Create SedonaContext

To start using WherobotsDB, we need to launch a SedonaContext in Wherobots cloud:
  • Python
  • Scala
  • Java
from sedona.spark import *

config = SedonaContext.builder().getOrCreate()
sedona = SedonaContext.create(config)
Alternatively, expr and selectExpr can be used:
myDataFrame.withColumn("geometry", expr("ST_*")).selectExpr("ST_*")
myDataFrame.withColumn("raster", expr("RS_*")).selectExpr("RS_*")
Detailed Spatial SQL APIs for vector and raster can be found at Vector SQL APIs and Raster SQL APIs respectively. References of Havasu table format can be found at Havasu APIs

Quick start

After starting SedonaContext, users can start working with WherobotsDB on Wherobots cloud without any setup.

Create a WherobotsDB Havasu table

Wherobots cloud provides a set of default configurations for the users to store data under the S3 prefix allocated for the users. Simply use wherobots as the catalog name when creating a Havasu table.
  • Python
  • Scala
  • Java
sedona.sql("CREATE DATABASE IF NOT EXISTS org_catalog.test_db")
sedona.sql("""
CREATE TABLE IF NOT EXISTS org_catalog.test_db.taxi (
  pickup GEOMETRY,
  Trip_Pickup_DateTime STRING,
  Payment_Type STRING,
  Fare_Amt DECIMAL
) USING havasu.iceberg
""")

Read data from external storage

User can ingest and query data using WherobotsDB. For example, users can load an example CSV file:
  • Python
  • Scala
  • Java
taxidf = sedona.read.format('csv').option("header","true").option("delimiter", ",").load("s3://wherobots-examples/data/nyc-taxi-data.csv")
taxidf = taxidf.selectExpr('ST_Point(CAST(Start_Lon AS Decimal(24,20)), CAST(Start_Lat AS Decimal(24,20))) AS pickup', 'Trip_Pickup_DateTime', 'Payment_Type', 'CAST(Fare_Amt AS DECIMAL)')
taxidf = taxidf.filter(col("pickup").isNotNull())

Insert data to a WherobotsDB Havasu table

User can insert the data above to an existing WherobotsDB table.
  • Python
  • Scala
  • Java
taxidf.writeTo("org_catalog.test_db.taxi").append()

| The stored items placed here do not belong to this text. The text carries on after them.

def synthetic_tables(units: int = 16, days: int = 63, start: dt.date = START,
                     window_min: int = 60, seed: int = 3) -> tuple[dict[str, pl.DataFrame], Truth]:
    """Frames for every derived table (and maintenance/quarantine/batches) plus the truth."""
    rng = np.random.default_rng(seed)
    ids = unit_ids(units)
    cond = {u: CONDITIONS[i % len(CONDITIONS)] for i, u in enumerate(ids)}
    instrumented = {u for i, u in enumerate(ids) if i % 3 == 0}
    day_list = [start + dt.timedelta(days=k) for k in range(days)]
    per_day = 24 * 60 // window_min
    t_start = dt.datetime.combine(start, dt.time(0), tzinfo=UTC)

    def slip_level(c: str, d: np.ndarray) -> np.ndarray:
        base = np.full(d.shape, 0.020)
        if c == "wear":
            base = base + np.clip(d - 20, 0, None) * 0.0002
        return base

    def compliance(c: str, d: np.ndarray) -> np.ndarray:
        b = np.full(d.shape, 0.010)
        if c == "wear":
            b = b + np.clip(d - 20, 0, None) * 0.0004
        return b

    # -- windows and efficiency (vectorised per unit)
    w_parts, e_parts, ud_parts = [], [], []
    for u in ids:
        c = cond[u]
        ndays = 53 if c == "silent" else days
        n = ndays * per_day
        k = np.arange(n)
        dayidx = k // per_day
        load = rng.uniform(0.2, 2.0, n)
        ratio = np.where((k // 6) % 2 == 0, 1.2, 2.7)
        slip = slip_level(c, dayidx) - 0.01 + compliance(c, dayidx) * load \
            + rng.normal(0, 0.001, n)
        if c == "contamination":
            slip = slip + np.where(dayidx >= 58, 0.03, 0.0)
        ratio_err = np.where((c == "actuator") & (dayidx >= 40), 0.031, 0.0) \
            + rng.normal(0, 0.001, n)
        samples = np.full(n, window_min, dtype=np.int64)
        if u == ids[-1]:                       # one patchy logger
            samples = np.where(dayidx % 5 == 0, window_min // 2, samples)
        p_in = 150 + 60 * load + rng.normal(0, 2, n)
        temp = 35 + 8 * load + rng.normal(0, 0.5, n)
        ws = [t_start + dt.timedelta(minutes=window_min * int(j)) for j in k]
        w_parts.append(pl.DataFrame({
            "unit_id": [u] * n, "window_start": ws,
            "day": [day_list[j] for j in dayidx], "samples": samples,
            "steady_samples": (samples * 0.8).astype(np.int64), "slip_mean": slip,
            "slip_p95": slip + 0.004, "load_mean": load,
            "load_source": ["measured" if u in instrumented else "motor_model"] * n,
            "ratio_cmd_mean": ratio, "ratio_act_mean": ratio * (1 + ratio_err),
            "ratio_error": ratio_err, "n_in_mean": np.full(n, 1450.0),
            "n_out_mean": 1450.0 / ratio * (1 - slip), "i_in_mean": p_in / 24.0,
            "p_in_mean": p_in, "energy_in_wh": p_in * window_min / 60.0,
            "energy_out_wh": (p_in * 0.8 * window_min / 60.0) if u in instrumented else None,
            "temp_mean": temp, "completeness": samples / window_min,
        }))
        eff = 0.82 - np.clip(slip - 0.02, 0, None) if u in instrumented else None
        e_parts.append(pl.DataFrame({
            "unit_id": [u] * n, "window_start": ws, "day": [day_list[j] for j in dayidx],
            "method": ["measured" if u in instrumented else "residual_only"] * n,
            "efficiency": eff, "variator_efficiency": None if eff is None else eff + 0.05,
            "p_in_pred": p_in - rng.normal(0, 2, n),
            "power_resid_pct": rng.normal(0, 1.0, n),
        }))
        dd = np.arange(ndays)
        sal = slip_level(c, dd) - 0.01 + compliance(c, dd) * 1.0 + rng.normal(0, 0.0005, ndays)
        if c == "contamination":
            sal = sal + np.where(dd >= 58, 0.03, 0.0)
        comp = (samples.reshape(ndays, per_day).sum(axis=1) / (window_min * per_day))
        ud_parts.append(pl.DataFrame({
            "unit_id": [u] * ndays, "day": day_list[:ndays],
            "samples": (comp * 1440).astype(np.int64),
            "steady_samples": (comp * 1440 * 0.8).astype(np.int64), "completeness": comp,
            "slip_mean": sal, "slip_p95": sal + 0.004, "slip_at_load": sal,
            "creep_a": np.full(ndays, 0.01), "creep_b": compliance(c, dd),
            "ratio_error": np.where((c == "actuator") & (dd >= 40), 0.031, 0.0),
            "power_resid_pct": rng.normal(0, 1.0, ndays),
            "efficiency": (0.82 - (sal - 0.02)) if u in instrumented else None,
            "temp_mean": rng.normal(45, 1, ndays),
            "energy_in_wh": rng.normal(4500, 200, ndays),
            "gross_slip_events": np.where((c == "contamination") & (dd >= 58), 4, 0),
            "stall_events": np.where((c == "stall") & (dd >= 45) & (dd <= 57), 3, 0),
            "ratio_change_stopped_events": np.zeros(ndays, dtype=np.int64),
            "flatline_events": np.where((c == "sensor") & (dd >= 59), 1, 0),
            "gap_events": np.zeros(ndays, dtype=np.int64),
            "clock_jump_events": np.zeros(ndays, dtype=np.int64),
        }))
    tables: dict[str, pl.DataFrame] = {
        "windows": frame("windows", pl.concat(w_parts)),
        "efficiency": frame("efficiency", pl.concat(e_parts)),
        "unit_days": frame("unit_days", pl.concat(ud_parts)),
    }

    # -- events
    ev = []
    for u in ids:
        c = cond[u]
        if c == "contamination":
            for d in range(58, days):
                for j in range(4):
                    t = dt.datetime.combine(day_list[d], dt.time(6 + 3 * j), tzinfo=UTC)
                    ev.append((u, "gross_slip", t, t + dt.timedelta(minutes=3), 3, 0.14, 1.2,
                               "slip", "gross slip 14 % for 3 min"))
        if c == "stall":
            for d in range(45, min(58, days)):
                for j in range(3):
                    t = dt.datetime.combine(day_list[d], dt.time(7 + 4 * j), tzinfo=UTC)
                    ev.append((u, "stall", t, t + dt.timedelta(seconds=60), 1, 11.5, 3.4,
                               "i_in", "stall: 11.5 A at standstill, ratio 3.4"))
        if c == "sensor":
            for d in range(59, days):
                t = dt.datetime.combine(day_list[d], dt.time(10), tzinfo=UTC)
                ev.append((u, "flatline", t, t + dt.timedelta(hours=2), 120, 7200.0, None,
                           "n_out", "n_out unchanged for 2.0 h while running"))
        if c == "silent":
            t = dt.datetime.combine(day_list[52], dt.time(23, 59), tzinfo=UTC)
            ev.append((u, "data_gap", t, t + dt.timedelta(days=days - 53), 0,
                       (days - 53) * 86400.0, None, None, "no data"))
    tables["events"] = frame("events", pl.DataFrame(ev, orient="row", schema={
        "unit_id": pl.String, "kind": pl.String, "start_ts": pl.Datetime("us", "UTC"),
        "end_ts": pl.Datetime("us", "UTC"), "samples": pl.Int64, "peak": pl.Float64,
        "ratio_cmd": pl.Float64, "signal": pl.String, "description": pl.String,
    }).with_columns(day=pl.col("start_ts").dt.date()))

    # -- maintenance: one wear reset early on the first healthy unit, one inspection
    healthy = [u for u in ids if cond[u] == "healthy"]
    mrows = []
    if healthy:
        mrows.append((healthy[0], dt.datetime.combine(day_list[10], dt.time(9), tzinfo=UTC),
                      "roller replaced", "new roller, preload set", True))
    mrows.append((ids[0], dt.datetime.combine(day_list[min(days - 3, 60)], dt.time(13),
                                              tzinfo=UTC),
                  "inspection", "roller glazed, replacement ordered", False))
    tables["maintenance"] = frame("maintenance", pl.DataFrame(mrows, orient="row", schema={
        "unit_id": pl.String, "ts": pl.Datetime("us", "UTC"), "action": pl.String,
        "note": pl.String, "resets_wear": pl.Boolean}).with_columns(batch_id=pl.lit("b-m1")))

    # -- motor fits (weekly), creep fits (weekly x 2 ratio bins)
    weeks = sorted({d - dt.timedelta(days=d.weekday()) for d in day_list})
    mf, cf = [], []
    for u in ids:
        c = cond[u]
        for wi, w in enumerate(weeks):
            if c == "silent" and w > day_list[52]:
                continue
            drift_r = 18.0 if (c == "motor" and wi >= 4) else float(rng.normal(0, 1.0))
            drift_k = -6.0 if (c == "motor" and wi >= 4) else float(rng.normal(0, 0.5))
            mf.append((u, w, 1.5 * (1 + drift_r / 100), 0.10 * (1 + drift_k / 100), 0.2,
                       5000, drift_r, drift_k))
            dmid = np.array([float(np.clip((w - start).days + 3, 0, days - 1))])
            b = float(compliance(c, dmid)[0])
            a = float(slip_level(c, dmid)[0]) - 0.01
            if c == "contamination" and (w - start).days + 3 >= 58:
                a += 0.03
            for rb in (1.0, 2.5):
                cf.append((u, w, rb, a, b, b * 0.9, b * 1.1, 300, wi < 2))
    tables["motor_fits"] = frame("motor_fits", pl.DataFrame(mf, orient="row", schema={
        "unit_id": pl.String, "week_start": pl.Date, "r_ohm": pl.Float64, "k_e": pl.Float64,
        "resid_std_v": pl.Float64, "n": pl.Int64, "r_drift_pct": pl.Float64,
        "k_e_drift_pct": pl.Float64}))
    tables["creep_fits"] = frame("creep_fits", pl.DataFrame(cf, orient="row", schema={
        "unit_id": pl.String, "week_start": pl.Date, "ratio_bin": pl.Float64, "a": pl.Float64,
        "b": pl.Float64, "b_low": pl.Float64, "b_high": pl.Float64, "n": pl.Int64,
        "is_reference": pl.Boolean}))

    # -- scores, trends, health (per unit-day)
    sc, tr, he = [], [], []
    limit = 0.05
    status_end, status_prev = {}, {}
    last = days - 1
    prev_end = last - 7
    for u in ids:
        c = cond[u]
        ndays = 53 if c == "silent" else days
        for d in range(days):
            day = day_list[d]
            if d < ndays:
                score = 0.7 if (c in ("contamination", "wear") and d >= 50) else \
                    float(rng.uniform(0.40, 0.55))
                sc.append((u, day, score, d < 14,
                           "slip_at_load z=+6.1; creep_b z=+4.0" if score > 0.6 else
                           "temp_mean z=+0.4"))
                if d >= 7:
                    since = 21 if (c == "wear" and d > 21) else 0
                    slope = 0.0006 if c == "wear" and d > 21 else 0.000005
                    level = float(slip_level(c, np.array([d]))[0]) - 0.01 + \
                        float(compliance(c, np.array([d]))[0])
                    if slope > 1e-4:
                        dtl = max(0.0, (limit - level) / slope)
                        lo, hi = dtl * 0.7, dtl * 1.5
                        note = None
                    else:
                        dtl = lo = hi = None
                        note = "no crossing predicted"
                    tr.append((u, "slip_at_load", day, day_list[since], d - since + 1, slope,
                               slope * 0.7, slope * 1.4, level, limit, dtl, lo, hi, note))
            status, since_d, reason, causes = _status(c, d)
            dtl_h = None
            if c == "wear" and status != "normal":
                level = float(slip_level(c, np.array([d]))[0]) - 0.01 + \
                    float(compliance(c, np.array([d]))[0])
                dtl_h = max(0.0, (limit - level) / 0.0006)
            if status == "normal":
                # since = start of the current normal run
                since_d = 0 if c == "healthy" else {"stall": 58}.get(c, 0)
            he.append((u, day, status, day_list[since_d], dtl_h, reason, causes or None))
            if d == last:
                status_end[u] = status
            if d == prev_end:
                status_prev[u] = status
    tables["scores"] = frame("scores", pl.DataFrame(sc, orient="row", schema={
        "unit_id": pl.String, "day": pl.Date, "score": pl.Float64, "is_reference": pl.Boolean,
        "top_features": pl.String}))
    tables["trends"] = frame("trends", pl.DataFrame(tr, orient="row", schema={
        "unit_id": pl.String, "indicator": pl.String, "as_of": pl.Date, "since": pl.Date,
        "n_days": pl.Int64, "slope_per_day": pl.Float64, "slope_low": pl.Float64,
        "slope_high": pl.Float64, "level_now": pl.Float64, "limit": pl.Float64,
        "days_to_limit": pl.Float64, "days_to_limit_low": pl.Float64,
        "days_to_limit_high": pl.Float64, "note": pl.String}))
    tables["health"] = frame("health", pl.DataFrame(he, orient="row", schema={
        "unit_id": pl.String, "day": pl.Date, "status": pl.String, "since": pl.Date,
        "days_to_limit": pl.Float64, "reasons": pl.String, "causes": pl.String}))

    # -- quarantine and batches: 3 rows ingested in the last week, 2 earlier
    last_week_t = dt.datetime.combine(day_list[last - 2], dt.time(3), tzinfo=UTC)
    early_t = dt.datetime.combine(day_list[5], dt.time(3), tzinfo=UTC)
    q = [("b-1", "plant-a.csv", 17, "n_out", "not_numeric", "n_out 'x' is not a number",
          '{"n_out": "x"}', "telemetry", last_week_t),
         ("b-1", "plant-a.csv", 18, "n_out", "not_numeric", "n_out '?' is not a number",
          '{"n_out": "?"}', "telemetry", last_week_t),
         ("b-1", "plant-a.csv", 40, "ratio_cmd", "out_of_range", "ratio_cmd 9.0 above 5.0",
          '{"ratio_cmd": "9.0"}', "telemetry", last_week_t),
         ("b-0", "plant-a-old.csv", 3, "ts", "bad_timestamp", "ts 'yesterday' unreadable",
          '{"ts": "yesterday"}', "telemetry", early_t),
         ("b-0", "plant-a-old.csv", 4, "ts", "bad_timestamp", "ts '' unreadable",
          '{"ts": ""}', "telemetry", early_t)]
    tables["quarantine"] = frame("quarantine", pl.DataFrame(q, orient="row", schema={
        "batch_id": pl.String, "source_file": pl.String, "line": pl.Int64, "column": pl.String,
        "rule": pl.String, "message": pl.String, "raw": pl.String, "kind": pl.String,
        "ingested_at": pl.Datetime("us", "UTC")}))
    tables["batches"] = frame("batches", pl.DataFrame([
        ("b-0", "telemetry", "plant-a-old.csv", "aa", 1000, 998, 2, 0, "ok", None, early_t,
         early_t),
        ("b-1", "telemetry", "plant-a.csv", "bb", 1000, 997, 3, 0, "ok", None, last_week_t,
         last_week_t)], orient="row", schema={
        "batch_id": pl.String, "kind": pl.String, "source_file": pl.String,
        "content_sha256": pl.String, "rows_read": pl.Int64, "accepted": pl.Int64,
        "quarantined": pl.Int64, "duplicates": pl.Int64, "status": pl.String,
        "message": pl.String, "started_at": pl.Datetime("us", "UTC"),
        "finished_at": pl.Datetime("us", "UTC")}))
    report_week = day_list[last].isocalendar()
    truth = Truth(cond, status_end, status_prev,
                  f"{report_week.year}-W{report_week.week:02d}", start, days, instrumented)
    return tables, truth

Read from a WherobotsDB Havasu table

User can immediately query the data stored in Havasu table.
  • Python
  • Scala
  • Java
df_result = sedona.sql("SELECT ST_Buffer(pickup, 0.001) pickup_buf FROM org_catalog.test_db.taxi WHERE ST_Within(pickup, ST_PolygonFromEnvelope(-74, 40, -73, 41))")
df_result.show()

Feature Limitations

  • MOR Tables: Havasu does not support MOR tables. We will add MOR support to Havasu in the future.
  • File Formats: Havasu only supports storing geometry or raster values in parquet files. Other formats such as ORC or Avro are not supported.